What is the status of your relationship with Ron?

OVITZ We had lunch yesterday. We are rebuilding what was a 30-year friendship that disappeared for 20 years.

What was the impetus to get it restarted?

OVITZ I called him up and said, “We’re both going to die.” I said, “I heard from someone that you went off on me on a plane ride the other day like it was yesterday.” And he skipped a beat and he said, “You’re right.” I said, “We should meet and talk about it.” And we started meeting. This is about a year ago.

Does it surprise you that he has stayed in his role at Universal for as long as he has?

OVITZ No. He’s the best guy in the world at that job. There is no one better. He’s the mayor of Universal. He’s great with people, he’s not interested in details and he’s fabulous at 41,000 feet.

In the book, you call your infamous comment about the “gay mafia” — including David Geffen, whom you blamed for bringing down your agency Artists Management Group — “regrettable.”

OVITZ I don’t know anybody that hasn’t made mistakes. So you either own up to them or you just sweep them under the carpet. I was telling Tamara the other night at dinner. “This [book] has been cathartic for me.”

You portray a level of detachment from the behavior you were surrounded by in that era. Given the lens of 2018 and the #MeToo movement, do you look back on those times differently?

OVITZ We talk about this all the time. Tamara is a staunch feminist. I talked about this with Ronnie at lunch yesterday. What has happened is good. And it’s long overdue. Did we know things were going on? We never got a complaint. First of all, we would never send an actress into a hotel room unescorted. We escorted our clients to their meetings. Do we know what happened in the personal dressing rooms of every client? No. We couldn’t live their lives. Did we hear things once in a while? Yeah. Were we in a position to act on them? Only if they were overt or something was brought to our attention or if someone asked us, and that happened almost never.

How is your relationship with Eisner these days?

OVITZ There is no relationship with Eisner. I consider what he and I went through to be one of my monumental career mistakes and one of the monumental betrayals in my life.

Are you still hurt by it?

OVITZ Yeah. I’m wounded by it because I really considered him like a brother. I really did.

How about Geffen?

OVITZ Getting along fine. Tamara is good friends with him. He and I have had lunch, we’ve buried the hatchet — and fortunately not in my back. (Laughter.) David and I are different people. We sat down at lunch, we looked at each other and we started to laugh. Couldn’t even remember some of the shit that went down.

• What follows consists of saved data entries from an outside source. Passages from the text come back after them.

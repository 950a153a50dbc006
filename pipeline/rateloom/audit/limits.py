"""Thresholds of the audit that a job file may set under ``audit: limits:``.

Most are common practice, not law; where one follows from an argument or a publication, its text says so. FINDINGS.md
tells what crossing one may do to a rate coefficient.
"""

from collections.abc import Mapping
from dataclasses import dataclass, fields
from types import MappingProxyType


@dataclass(frozen=True, slots=True, kw_only=True)
class Limits:
    """One field a threshold; the unit ends its name (``ratio`` for what has none)."""

    small_imaginary_per_cm: float = 100.0
    """Imaginary modes below this are taken for numerical noise or a flat torsion, not for a reaction coordinate.
    Common practice: integration grids and loose optimisations make imaginary modes of up to some tens of cm-1."""
    geometry_difference_angstrom: float = 0.01
    """Largest difference of an interatomic distance between two files that count as one geometry. A bond of 500 N/m
    stretched by this costs 0.15 kJ/mol, 6 % of a rate coefficient at 300 K; printed digits are ten times finer."""
    same_molecule_angstrom: float = 0.1
    """The same for one molecule at two levels of theory, whose bonds differ by up to 0.03 angstrom and whose longer
    distances by more; conformers and isomers differ by several times this."""
    residual_gradient_hartree_per_bohr: float = 1.0e-3
    """Largest component of the gradient at a stationary point. Optimisers stop at 4.5e-4 (Gaussian, NWChem) or 3e-4
    (ORCA, Psi4) by default; twice that is a geometry that was not optimised with the method of the frequencies."""
    rotational_constant_percent: float = 0.5
    """Difference between printed and recalculated rotational constants: several times what printed digits and
    tables of masses make, and a quarter of what a bond wrong by 0.01 angstrom makes."""
    spin_contamination_percent: float = 10.0
    """Excess of <S**2> over S(S+1), common practice; singlets are held to the limit of a doublet."""
    highest_frequency_per_cm: float = 5000.0
    """No vibration is faster: H2, the fastest, has 4401 cm-1 (K. P. Huber, G. Herzberg, Constants of Diatomic
    Molecules, Van Nostrand, 1979) and up to 4700 cm-1 at the Hartree-Fock level."""
    soft_mode_per_cm: float = 100.0
    """Real modes below this are seldom harmonic; common practice."""
    soft_mode_temperature_K: float = 1000.0
    """Where the weight of soft modes in a partition function is worked out: the middle of combustion grids."""
    soft_modes_factor_ratio: float = 3.0
    """Soft modes that change a rate coefficient by more than this factor either way decide it."""
    lowest_frequency_scale_ratio: float = 0.85
    """Scale factors in use begin at 0.89, for Hartree-Fock (A. P. Scott, L. Radom, J. Phys. Chem. 100, 16502
    (1996))."""
    highest_frequency_scale_ratio: float = 1.05
    """Scale factors in use end at about 1.03, for low modes and pure functionals (same source)."""
    slow_bimolecular_cm3_per_s: float = 1.0e-40
    """One molecule in 1 bar of partner at 1000 K then reacts once in 1e14 years."""
    slow_unimolecular_per_s: float = 1.0e-30
    """A molecule then lives 1e22 years."""
    collision_ratio: float = 1.0
    """Largest ratio of a bimolecular rate coefficient to that of hard spheres large enough to hold the molecules."""
    wigner_energy_ratio: float = 4.0
    """Largest h nu / k T of the reaction coordinate for Wigner's factor, the first term of a series, to be trusted:
    common practice; the factor is 1.67 there."""
    tunnelling_ratio: float = 10.0
    """Tunnelling factors above this rest on the width of a one-dimensional barrier more than on its height."""
    curvature_slope_ratio: float = 1.0
    """Largest difference of d ln k / d ln T between a rate coefficient and the expression fitted to it: beyond the
    range the two then drift apart by 10 % while the temperature changes by 10 %."""
    cycle_kJ_per_mol: float = 1.0
    """Largest sum of reaction energies round a closed cycle: a factor of 1.5 in an equilibrium constant at 300 K."""

    @classmethod
    def of(cls, changes: Mapping[str, float]) -> "Limits":
        """Make the limits of a job from what its file sets.

        Raises
        ------
        TypeError
            A name is not that of a threshold.
        """
        return cls(**changes)


LIMITS: MappingProxyType[str, float] = MappingProxyType({f.name: float(f.default) for f in fields(Limits)})  # type: ignore[arg-type]
"""Default by name."""
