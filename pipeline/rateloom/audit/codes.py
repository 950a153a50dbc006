"""Every finding code with its severity; what each means for a rate stands in FINDINGS.md beside this file."""

from types import MappingProxyType

SEVERITIES = ("error", "warning", "note")
"""From the gravest: an error withholds what depends on it."""

_ERRORS = (
    "atoms-not-balanced",
    "calculation-not-readable",
    "charge-not-balanced",
    "connectivity-differs",
    "electron-count-differs",
    "frequencies-at-another-geometry",
    "frequency-implausible",
    "geometries-differ",
    "imaginary-mode-in-minimum",
    "imaginary-mode-off-reaction",
    "isotope-not-known",
    "isotopes-need-normal-modes",
    "levels-differ",
    "no-energy",
    "no-frequencies",
    "no-imaginary-mode",
    "no-rate",
    "not-converged",
    "program-fault",
    "second-imaginary-mode",
    "spin-not-conserved",
    "unfinished-calculation",
    "wrong-number-of-modes",
)
_WARNINGS = (
    "above-collision-limit",
    "accept-matches-nothing",
    "barrier-below-products",
    "barrier-below-reactants",
    "composite-energy-not-taken",
    "curvature-not-carried",
    "cycle-does-not-close",
    "energies-out-of-order",
    "file-used-twice",
    "frequency-scales-differ",
    "imaginary-mode-inconclusive",
    "mode-not-printed",
    "molecule-in-pieces",
    "multiplicity-corrected",
    "no-eckart-barrier",
    "no-fine-structure-data",
    "not-the-ground-term",
    "optical-isomers-differ",
    "poor-fit",
    "prefactor-out-of-range",
    "programs-differ",
    "reaction-twice",
    "residual-gradient",
    "rotational-constants-differ",
    "same-geometry-twice",
    "small-imaginary-mode",
    "soft-mode",
    "spin-contamination",
    "symmetry-number-differs",
    "symmetry-number-uncertain",
    "temperatures-not-fitted",
    "too-few-temperatures",
    "unusual-frequency-scale",
    "wigner-beyond-validity",
)
_NOTES = (
    "charge-not-printed",
    "fine-structure-available",
    "frequencies-from-hessian",
    "imaginary-mode-confirmed",
    "imaginary-mode-unusual",
    "isotopes-from-output",
    "large-tunnelling-factor",
    "level-not-comparable",
    "masses-not-isotopic",
    "modes-recalculated",
    "point-group-broken-by-noise",
    "program-versions-differ",
    "several-jobs",
    "several-saddles",
    "soft-modes-decide-rate",
    "too-slow-to-matter",
)

CODES: MappingProxyType[str, str] = MappingProxyType(
    dict.fromkeys(_ERRORS, "error") | dict.fromkeys(_WARNINGS, "warning") | dict.fromkeys(_NOTES, "note")
)
"""Severity by code, unless the job file sets another one."""
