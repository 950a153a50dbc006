"""One species or saddle: is it one molecule, with energies and vibrations that a molecule can have?

Symmetry, optical isomers, electronic levels and electron count are remarked on where the species is assembled.
"""

import networkx as nx
import numpy as np
from scipy.constants import c, centi

from rateloom.arrays import FloatArray
from rateloom.audit.calculation import has_geometry
from rateloom.audit.limits import Limits
from rateloom.calculation.record import Calculation
from rateloom.molecule.bonds import bond_graph
from rateloom.remarks import Remark
from rateloom.statmech import Species, log_vibration_by_mode

_PER_CM = c / centi  # Hz
_DESCENDING = (("SCF", "MP2"), ("SCF", "CCSD"), ("SCF", "CCSD(T)"), ("CCSD", "CCSD(T)"))  # the second lies lower
_ROUNDING = 1e-6  # hartree; one electron has no correlation energy


def species_remarks(
    frequencies: Calculation | None,
    energy: Calculation | None,
    species: Species | None,
    limits: Limits,
    *,
    is_saddle: bool,
) -> tuple[Remark, ...]:
    """Check one species or saddle.

    Parameters
    ----------
    frequencies, energy : Calculation or None
        The calculation of geometry [angstrom] and frequencies [cm-1] and that of the energy [hartree].
    species : Species or None
        What was made of them, in SI units.
    limits : Limits
        Thresholds, each in the unit of its name.
    is_saddle : bool
        Whether it is a transition state, which may hang loosely together.

    Returns
    -------
    tuple of Remark
        ``molecule-in-pieces``, ``frequency-implausible``, ``energies-out-of-order``, ``soft-mode``.

    References
    ----------
    .. [1] The source of each threshold stands in `Limits`.
    """
    remarks: list[Remark] = []
    if frequencies is not None:
        if not is_saddle and has_geometry(frequencies):
            remarks += _pieces(frequencies)
        remarks += _fast_modes(frequencies, limits)
    for name, calculation in (("frequency", frequencies), ("energy", energy)):
        if calculation is not None:
            remarks += _energies(name, calculation)
    if species is not None:
        remarks += _soft_modes(species, limits)
    return tuple(remarks)


def log_partition(frequencies: FloatArray, temperature: float) -> float:
    """Natural logarithm of the partition function of vibrations [Hz] at one temperature [K]; 0 without any."""
    return float(log_vibration_by_mode(frequencies, np.array([temperature])).sum())


def soft(species: Species, limits: Limits) -> FloatArray:
    """Give the real vibrations below the threshold of soft modes [Hz], shape (n_soft,)."""
    return species.frequencies[species.frequencies < limits.soft_mode_per_cm * _PER_CM]


def in_words(frequencies: FloatArray) -> str:
    """Write frequencies [Hz] in wavenumbers, e.g. ``34, 61 cm-1``."""
    return ", ".join(f"{frequency / _PER_CM:.0f}" for frequency in frequencies) + " cm-1"


def _pieces(calculation: Calculation) -> list[Remark]:
    atoms = calculation.atoms
    pieces = sorted(
        nx.connected_components(bond_graph(atoms, calculation.geometry_angstrom)), key=lambda p: (-len(p), min(p))
    )
    if len(pieces) < 2:
        return []
    listed = " + ".join("".join(f"{atoms[i]}{i + 1}" for i in sorted(piece)) for piece in pieces)
    message = (
        f"the molecule falls into {len(pieces)} pieces ({listed}): if it is not meant as a complex, its optimisation "
        "went astray; if it is, its soft modes are not harmonic"
    )
    return [Remark("molecule-in-pieces", message, f"{len(pieces)} pieces", "1 molecule")]


def _fast_modes(calculation: Calculation, limits: Limits) -> list[Remark]:
    found = calculation.frequencies_per_cm
    if found is None or not len(found):
        return []
    highest, limit = float(np.abs(found).max()), limits.highest_frequency_per_cm
    if not highest > limit:
        return []
    message = (
        f"a vibration of {highest:.0f} cm-1 is faster than that of any molecule, so that the zero-point energy is "
        "not plausible either: check the unit of the frequencies and the masses"
    )
    return [Remark("frequency-implausible", message, f"{highest:.0f} cm-1", f"{limit:g} cm-1")]


def _energies(file: str, calculation: Calculation) -> list[Remark]:
    """Check that correlation lowers the energy, more so the more of it is counted."""
    energies = calculation.energies_hartree
    for upper, lower in _DESCENDING:
        rise = energies.get(lower, -np.inf) - energies.get(upper, np.inf)
        if rise > _ROUNDING:
            message = (
                f"in the {file} file the {lower} energy lies above the {upper} energy: they may belong to different "
                "geometries or electronic states"
            )
            return [Remark("energies-out-of-order", message, f"{rise:.6f} hartree", "0 hartree")]
    return []


def _soft_modes(species: Species, limits: Limits) -> list[Remark]:
    """Name the soft modes and say what they contribute to the partition function."""
    modes = soft(species, limits)
    if not len(modes):
        return []
    temperature = limits.soft_mode_temperature_K
    share = log_partition(modes, temperature)
    message = (
        f"soft modes ({in_words(modes)}) are treated as harmonic and make a factor of {np.exp(share):.3g} of the "
        f"partition function at {temperature:g} K, ln of it {share:.2f}: look whether they are internal rotations or "
        "umbrella motions"
    )
    return [Remark("soft-mode", message, in_words(modes), f"{limits.soft_mode_per_cm:g} cm-1")]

Do you still think Geffen sabotaged AMG?

OVITZ I don’t think he sabotaged it. I don’t think he helped it. He’s an influential guy. I think AMG was sabotaged by the idea. The idea was to create content for the internet and mobile telephony. In ’99, that was a great idea. But in ’99, we didn’t have bandwidth. I think that our basic business model was sound — it’s surely being done now. I mean, we were doing Netflix, basically.